[What you have to do]
Report how many lines of the data contain the string "place". Add nothing.

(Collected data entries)
____
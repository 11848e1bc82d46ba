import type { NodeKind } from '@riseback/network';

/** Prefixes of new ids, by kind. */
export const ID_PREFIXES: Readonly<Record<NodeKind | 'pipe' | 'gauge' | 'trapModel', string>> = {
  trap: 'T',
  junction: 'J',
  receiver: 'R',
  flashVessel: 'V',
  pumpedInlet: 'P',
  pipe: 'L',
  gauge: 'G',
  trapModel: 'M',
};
____
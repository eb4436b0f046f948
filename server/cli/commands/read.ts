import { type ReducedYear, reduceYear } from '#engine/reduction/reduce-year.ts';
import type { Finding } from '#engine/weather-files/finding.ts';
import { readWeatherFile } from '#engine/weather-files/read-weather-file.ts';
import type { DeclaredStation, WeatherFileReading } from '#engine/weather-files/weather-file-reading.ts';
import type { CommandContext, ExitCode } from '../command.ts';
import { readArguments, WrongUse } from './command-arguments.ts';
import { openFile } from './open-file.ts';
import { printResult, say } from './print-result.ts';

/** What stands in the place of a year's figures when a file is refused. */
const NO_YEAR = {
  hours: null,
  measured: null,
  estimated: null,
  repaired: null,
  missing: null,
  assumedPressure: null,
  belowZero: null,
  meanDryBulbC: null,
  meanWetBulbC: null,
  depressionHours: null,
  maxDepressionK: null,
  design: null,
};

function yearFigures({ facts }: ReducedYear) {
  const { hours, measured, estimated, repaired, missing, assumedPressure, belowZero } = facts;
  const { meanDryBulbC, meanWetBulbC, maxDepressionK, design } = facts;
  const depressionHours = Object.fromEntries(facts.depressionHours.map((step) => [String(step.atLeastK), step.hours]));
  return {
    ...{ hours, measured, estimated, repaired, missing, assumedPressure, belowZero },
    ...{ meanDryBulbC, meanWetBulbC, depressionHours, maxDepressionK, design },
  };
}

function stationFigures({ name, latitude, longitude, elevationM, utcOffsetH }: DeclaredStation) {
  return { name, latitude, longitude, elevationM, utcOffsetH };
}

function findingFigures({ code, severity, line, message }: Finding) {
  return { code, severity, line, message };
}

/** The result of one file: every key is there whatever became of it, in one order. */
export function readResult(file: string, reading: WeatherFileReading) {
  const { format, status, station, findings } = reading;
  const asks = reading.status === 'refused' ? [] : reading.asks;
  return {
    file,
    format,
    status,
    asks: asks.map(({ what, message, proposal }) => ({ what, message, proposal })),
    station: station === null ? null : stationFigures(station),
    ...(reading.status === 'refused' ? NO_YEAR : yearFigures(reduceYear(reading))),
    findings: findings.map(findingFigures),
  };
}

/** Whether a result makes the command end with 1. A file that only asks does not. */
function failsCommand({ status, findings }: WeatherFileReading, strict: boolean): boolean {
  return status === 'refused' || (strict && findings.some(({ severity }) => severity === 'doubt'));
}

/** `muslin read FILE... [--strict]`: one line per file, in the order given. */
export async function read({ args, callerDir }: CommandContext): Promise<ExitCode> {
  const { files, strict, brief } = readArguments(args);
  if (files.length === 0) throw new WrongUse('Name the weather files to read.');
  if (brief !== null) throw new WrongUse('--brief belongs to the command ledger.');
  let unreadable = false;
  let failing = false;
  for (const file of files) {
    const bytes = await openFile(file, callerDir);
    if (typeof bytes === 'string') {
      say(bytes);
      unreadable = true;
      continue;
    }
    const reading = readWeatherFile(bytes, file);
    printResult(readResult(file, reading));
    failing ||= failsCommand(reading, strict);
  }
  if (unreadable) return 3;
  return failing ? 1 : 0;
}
____
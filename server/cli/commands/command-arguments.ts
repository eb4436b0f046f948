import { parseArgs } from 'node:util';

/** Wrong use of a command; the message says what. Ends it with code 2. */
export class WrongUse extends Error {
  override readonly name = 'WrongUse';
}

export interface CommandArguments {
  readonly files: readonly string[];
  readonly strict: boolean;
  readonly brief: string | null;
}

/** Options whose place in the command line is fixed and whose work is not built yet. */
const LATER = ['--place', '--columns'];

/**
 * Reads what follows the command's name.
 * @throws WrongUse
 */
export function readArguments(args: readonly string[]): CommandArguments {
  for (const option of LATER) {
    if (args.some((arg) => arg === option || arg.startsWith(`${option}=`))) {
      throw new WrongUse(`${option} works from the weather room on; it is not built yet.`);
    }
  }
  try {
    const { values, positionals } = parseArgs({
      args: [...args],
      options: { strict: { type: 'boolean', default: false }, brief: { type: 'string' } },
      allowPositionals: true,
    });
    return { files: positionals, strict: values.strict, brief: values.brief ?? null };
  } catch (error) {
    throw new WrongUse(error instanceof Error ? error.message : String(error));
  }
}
____
[Reply to the exercise]
3